A China já tem um problema sério de deflação nos preços aos produtores. Na inflação ao consumidor, caiu em base anual para zero na última medição (relativa a junho). Acho que as autoridades chinesas vão ficar muito desapontadas se houver uma deflação persistente nos preços ao consumidor. Quando a confiança está baixa e os consumidores buscam por barganhas, se os preços começam a cair, o risco é de uma espiral negativa: as famílias adiam o consumo porque percebem que os preços estão em queda; e os preços caem porque as famílias estão adiando o consumo. Não estamos prevendo isso, mas com certeza é um risco. De qualquer maneira, se a deflação na China se tornar óbvia, haverá um efeito baixista para a inflação do resto do mundo, em particular nos países emergentes.

 

Isso, de certa forma, já não acontece no atacado?

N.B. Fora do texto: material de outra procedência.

import { describe, expect, it } from "vitest";
import { toSvgPlot, PLOT_KINDS } from "../../../src/report/svg.ts";
import { monteCarloEnvelope } from "../../../src/analysis/envelope.ts";
import { InvalidArgumentError } from "../../../src/errors.ts";
import { thrownBy } from "../../helpers/throws.ts";
import { textBoxes, viewBox } from "../../helpers/svg-bounds.ts";
import { plotDesign } from "../../helpers/plot-designs.ts";

const designs = ["lowpass", "bandstop", "bandpass"] as const;
const sizes = [
  { width: 720, height: 420 },
  { width: 320, height: 240 },
];

describe("toSvgPlot: every kind for a lowpass, a bandstop with a notch and a bandpass", () => {
  for (const name of designs) {
    for (const kind of PLOT_KINDS) {
      it(`${kind} of the ${name}: well-formed, no label outside the viewBox, traces in a clip path`, () => {
        const r = plotDesign(name);
        for (const size of sizes) {
          const svg = toSvgPlot(r, { kind, ...size });
          expect(svg.startsWith("<svg")).toBe(true);
          expect(svg.trimEnd().endsWith("</svg>")).toBe(true);
          expect(svg).not.toMatch(/NaN|Infinity|undefined/);
          expect(svg).not.toContain("<script");
          const vb = viewBox(svg);
          expect(vb).toEqual(size);
          const boxes = textBoxes(svg);
          expect(boxes.length).toBeGreaterThan(5);
          for (const b of boxes) {
            expect(b.x0, `"${b.text}" left`).toBeGreaterThanOrEqual(0);
            expect(b.x1, `"${b.text}" right`).toBeLessThanOrEqual(vb.width);
            expect(b.y0, `"${b.text}" top`).toBeGreaterThanOrEqual(0);
            expect(b.y1, `"${b.text}" bottom`).toBeLessThanOrEqual(vb.height);
          }
          // the data sit in the clip group, which references a clip path defined in this drawing
          const id = /<clipPath id="(fw-clip-[0-9a-f]{8})">/.exec(svg)?.[1];
          expect(id).toBeDefined();
          expect(svg).toContain(`<g clip-path="url(#${id})">`);
        }
      });
    }
  }

  it("labels no two ticks of an axis alike and the axes with their units", () => {
    const svg = toSvgPlot(plotDesign("lowpass"));
    expect(svg).toContain("Frequency (Hz)");
    expect(svg).toContain("Magnitude (dB)");
    const labels = [...svg.matchAll(/<text[^>]*text-anchor="end">([^<]*)<\/text>/g)].map((m) => m[1]);
    expect(new Set(labels).size).toBe(labels.length);
    // every dB tick a multiple of 10 or 20 (1-2-5 steps), none at odd values such as -15 or -39
    for (const l of labels) expect(Math.abs(Number((l as string).replace("\u2212", "-")) % 10)).toBe(0);
  });

  it("draws the trace past the frame's edge into the clip path rather than clamping it onto the edge (no false floor)", () => {
    // the lowpass's stopband zero is on the j-omega axis (ideal op-amp): an infinitely deep notch, far below the frame
    const svg = toSvgPlot(plotDesign("lowpass"));
    const frame = /<rect x="([\d.]+)" y="([\d.]+)" width="([\d.]+)" height="([\d.]+)" fill="none" stroke="#333333"/.exec(svg);
    expect(frame).not.toBeNull();
    const bottom = Number(frame?.[2]) + Number(frame?.[4]);
    const main = [...svg.matchAll(/<path d="([^"]+)" fill="none" stroke="#0072b2" stroke-width="1.8"/g)].map((m) => m[1] as string);
    expect(main).toHaveLength(1);
    const ys = [...(main[0] as string).matchAll(/[ML][-\d.]+,([-\d.]+)/g)].map((m) => Number(m[1]));
    // the notch goes below the frame: the line reaches past the bottom edge (cut at 4 px beyond it)
    expect(Math.max(...ys)).toBeGreaterThan(bottom + 1);
    // and no run of points lies along the bottom edge
    const onEdge = ys.filter((y) => Math.abs(y - bottom) < 0.05).length;
    expect(onEdge).toBeLessThan(3);
  });

  it("draws a Monte Carlo envelope as a band and its outer lines", () => {
    const r = plotDesign("lowpass");
    const envelope = monteCarloEnvelope(r, { runs: 64, points: 120 });
    const svg = toSvgPlot(r, { envelope });
    expect(svg).toContain(`90 % of ${64 - envelope.leftOut} boards`);
    expect(svg).toMatch(/fill="#56b4e9" fill-opacity="0.45" stroke="none"/);
  });

  it("keeps the old calls working: no options, kind magnitude, kind group-delay", () => {
    const r = plotDesign("lowpass");
    expect(toSvgPlot(r)).toBe(toSvgPlot(r, { kind: "magnitude" }));
    expect(toSvgPlot(r, { kind: "group-delay", width: 600, height: 300 })).toContain('viewBox="0 0 600 300"');
  });

  it("gives the same text for the same call (no counters, no clock)", () => {
    const r = plotDesign("bandpass");
    expect(toSvgPlot(r, { kind: "pole-zero" })).toBe(toSvgPlot(r, { kind: "pole-zero" }));
    expect(toSvgPlot(r, { kind: "pole-zero" })).not.toBe(toSvgPlot(plotDesign("lowpass"), { kind: "pole-zero" }).replace(/x/g, "x"));
  });

  it("names the option that is out of range", () => {
    const r = plotDesign("lowpass");
    const path = (o: unknown): string | undefined => thrownBy(() => toSvgPlot(r, o as never), InvalidArgumentError).path;
    expect(path({ kind: "bode" })).toBe("options.kind");
    expect(path({ width: 10 })).toBe("options.width");
    expect(path({ height: 1.5e9 })).toBe("options.height");
    expect(path({ startHz: -1 })).toBe("options.startHz");
    expect(path({ startHz: 1000, stopHz: 10 })).toBe("options.stopHz");
    expect(path({ mask: "yes" })).toBe("options.mask");
    expect(path({ envelope: { freqHz: [1, 2] } })).toBe("options.envelope.freqHz");
    expect(path({ durationS: 0 })).toBe("options.durationS");
    expect(path({ title: 5 })).toBe("options.title");
    expect(path({ kind: "noise", noise: { temperatureK: -3 } })).toBe("options.noise.temperatureK");
    expect(thrownBy(() => toSvgPlot({} as never), InvalidArgumentError).fn).toBe("toSvgPlot");
  });
});
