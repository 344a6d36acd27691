/**
 * SI prefixes, unit spellings and RKM letters shared by the parser and the
 * formatters.
 *
 * SI prefixes: BIPM, "The International System of Units (SI)", 9th edition,
 * 2019, Table 7. RKM letters: IEC 60062:2016 "Marking codes for resistors and
 * capacitors", clause 4 (typed in from memory). The `meg` spelling of mega is
 * SPICE's: T. Quarles et al., "SPICE3 Version 3f3 User's Manual", 1993,
 * section 2.1 (scale factors).
 *
 * Case matters: `m` is milli and `M` is mega. SPICE ignores case and reads `M`
 * as milli, which is why SPICE writes mega as `meg`; filterwright accepts
 * `meg` (any case) as mega too, but reads `M` as mega, like every datasheet.
 *
 * @module
 */

/** Decimal exponent of each accepted prefix spelling. */
export const PREFIX_EXPONENTS: ReadonlyMap<string, number> = new Map<string, number>([
  ["f", -15],
  ["p", -12],
  ["n", -9],
  ["u", -6],
  ["\u00b5", -6], // MICRO SIGN
  ["\u03bc", -6], // GREEK SMALL LETTER MU
  ["m", -3],
  ["k", 3],
  ["K", 3],
  ["M", 6],
  ["meg", 6],
  ["Meg", 6],
  ["MEG", 6],
  ["G", 9],
  ["T", 12],
]);

/** Prefix spellings, longest first, so that `meg` is tried before `m`. */
export const PREFIX_SPELLINGS: readonly string[] = [...PREFIX_EXPONENTS.keys()].sort(
  (a, b) => b.length - a.length,
);

/** Canonical unit symbols that filterwright reads and writes. */
export type UnitSymbol = "\u03a9" | "F" | "H" | "Hz" | "V" | "A" | "s" | "W";

/** Every accepted spelling of a unit, mapped to its canonical symbol. */
export const UNIT_ALIASES: ReadonlyMap<string, UnitSymbol> = new Map<string, UnitSymbol>([
  ["\u03a9", "\u03a9"], // GREEK CAPITAL LETTER OMEGA
  ["\u2126", "\u03a9"], // OHM SIGN
  ["ohm", "\u03a9"],
  ["ohms", "\u03a9"],
  ["Ohm", "\u03a9"],
  ["Ohms", "\u03a9"],
  ["OHM", "\u03a9"],
  ["F", "F"],
  ["H", "H"],
  ["Hz", "Hz"],
  ["V", "V"],
  ["A", "A"],
  ["s", "s"],
  ["W", "W"],
]);

/**
 * RKM letters (IEC 60062): the letter stands for the decimal point and
 * carries the multiplier. `R` (ohms) and `F` (farads) mark a multiplier of 1.
 */
export const RKM_EXPONENTS: ReadonlyMap<string, number> = new Map<string, number>([
  ["R", 0],
  ["r", 0],
  ["F", 0],
  ["f", -15],
  ["p", -12],
  ["n", -9],
  ["u", -6],
  ["\u00b5", -6],
  ["\u03bc", -6],
  ["m", -3],
  ["k", 3],
  ["K", 3],
  ["M", 6],
  ["G", 9],
  ["T", 12],
]);

/** Engineering prefix written for each exponent from 1e-15 to 1e12 (micro written separately). */
export const PREFIX_FOR_EXPONENT: ReadonlyMap<number, string> = new Map<number, string>([
  [-15, "f"],
  [-12, "p"],
  [-9, "n"],
  [-6, "\u00b5"],
  [-3, "m"],
  [0, ""],
  [3, "k"],
  [6, "M"],
  [9, "G"],
  [12, "T"],
]);

/**
 * Canonical symbol of a unit spelling.
 *
 * @param spelling - a unit as written, e.g. `"ohm"`, `"\u2126"`, `"Hz"`
 * @returns the canonical symbol, or `undefined` when filterwright does not know the spelling
 * @throws never
 * @example
 * ```ts
 * canonicalUnit("kOhm"); //=> undefined (the prefix is not part of the unit)
 * canonicalUnit("Ohm"); //=> "Ω"
 * ```
 */
export function canonicalUnit(spelling: string): UnitSymbol | undefined {
  return UNIT_ALIASES.get(spelling);
}
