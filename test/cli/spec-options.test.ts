import { describe, expect, it } from "vitest";
import { readArgs } from "../../src/cli/args.ts";
import { inFlagTerms, issueLines, specFromOptions } from "../../src/cli/spec-options.ts";
import { checkSpec } from "../../src/design/index.ts";

describe("inFlagTerms", () => {
  it("replaces spec field names with the flags that set them, and drops the library callers' hints", () => {
    expect(inFlagTerms("widen parts.capacitorMinF/capacitorMaxF or name another topology")).toBe("widen --c-min/--c-max or name another topology");
    expect(inFlagTerms("a negative vPerV asks for an inverting filter")).toBe("a negative --gain-vv asks for an inverting filter");
    expect(inFlagTerms("a part value must be greater than zero (pass allowNegative to accept negative values)")).toBe(
      "a part value must be greater than zero; write it without the minus sign",
    );
    expect(inFlagTerms("must be greater than zero (pass allowZero to accept zero)")).toBe("must be greater than zero");
    // Words that only resemble a field are left alone.
    expect(inFlagTerms("the edgeHz of both bands")).toBe("the edgeHz of both bands");
  });
});

describe("specFromOptions", () => {
  it("merges over the base without changing it; --gain replaces a file's vPerV; --gbw alone gets the default a0", () => {
    const base = { response: "lowpass", gain: { vPerV: 4 }, opamp: "ideal" };
    const args = readArgs(["design", "--gain", "6", "--gbw", "5M", "--pass", "1k"]);
    const { spec, problems } = specFromOptions(base, args.options);
    expect(problems).toEqual([]);
    expect(spec).toEqual({ response: "lowpass", gain: { db: 6 }, opamp: { gbwHz: 5e6, a0: 1e5 }, passband: { edgeHz: 1000 } });
    expect(base).toEqual({ response: "lowpass", gain: { vPerV: 4 }, opamp: "ideal" });
    // --a0 alone changes the file's op-amp; with no op-amp to change it is refused.
    const withOpamp = specFromOptions({ opamp: { a0: 1e4, gbwHz: 1e6 } }, readArgs(["design", "--a0", "2e5"]).options);
    expect(withOpamp.spec["opamp"]).toEqual({ a0: 2e5, gbwHz: 1e6 });
    expect(specFromOptions({}, readArgs(["design", "--a0", "2e5"]).options).problems).toHaveLength(1);
  });
});

describe("issueLines", () => {
  it("tells each issue as the flag typed, the file's field, or the required flag", () => {
    const base = { stopband: { edgeHz: 500, minAttenuationDb: 40 } };
    const args = readArgs(["design", "--response", "lowpass", "--pass", "1k"]);
    const { spec } = specFromOptions(base, args.options);
    const lines = issueLines(checkSpec(spec), { name: "f.json", base, options: args.options });
    expect(lines).toEqual([
      "--pass-loss is required (or passband.maxLossDb in f.json): the largest passband loss in dB, e.g. --pass-loss 0.5",
      "f.json: stopband.edgeHz: a lowpass stopband edge must lie above the passband edge (1000 Hz) (received 500) (correct it in f.json or override it with --stop)",
    ]);
  });

  it("leaves out the fields of options whose values were already refused", () => {
    const args = readArgs(["design", "--response", "lowpass", "--pass", "0x10", "--pass-loss", "1", "--stop", "5k", "--stop-atten", "40"]);
    expect(args.valueProblems).toHaveLength(1);
    const { spec } = specFromOptions({}, args.options);
    expect(issueLines(checkSpec(spec), { name: undefined, base: {}, options: args.options }, args.failed)).toEqual([]);
  });
});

Sim. A queda do índice de preços ao produtor na China tende a levar a um declínio da inflação ao produtor em outros países. Ao mesmo tempo, a queda dos índices de preços ao produtor tende a preceder a queda dos preços ao consumidor em qualquer lugar. Então, o fato de termos deflação nos preços ao produtor na China é, por si só, um movimento desinflacionário para muitas outras economias. (O Estado de S. Paulo/Adriana Fernandes e Thaís Barcellos)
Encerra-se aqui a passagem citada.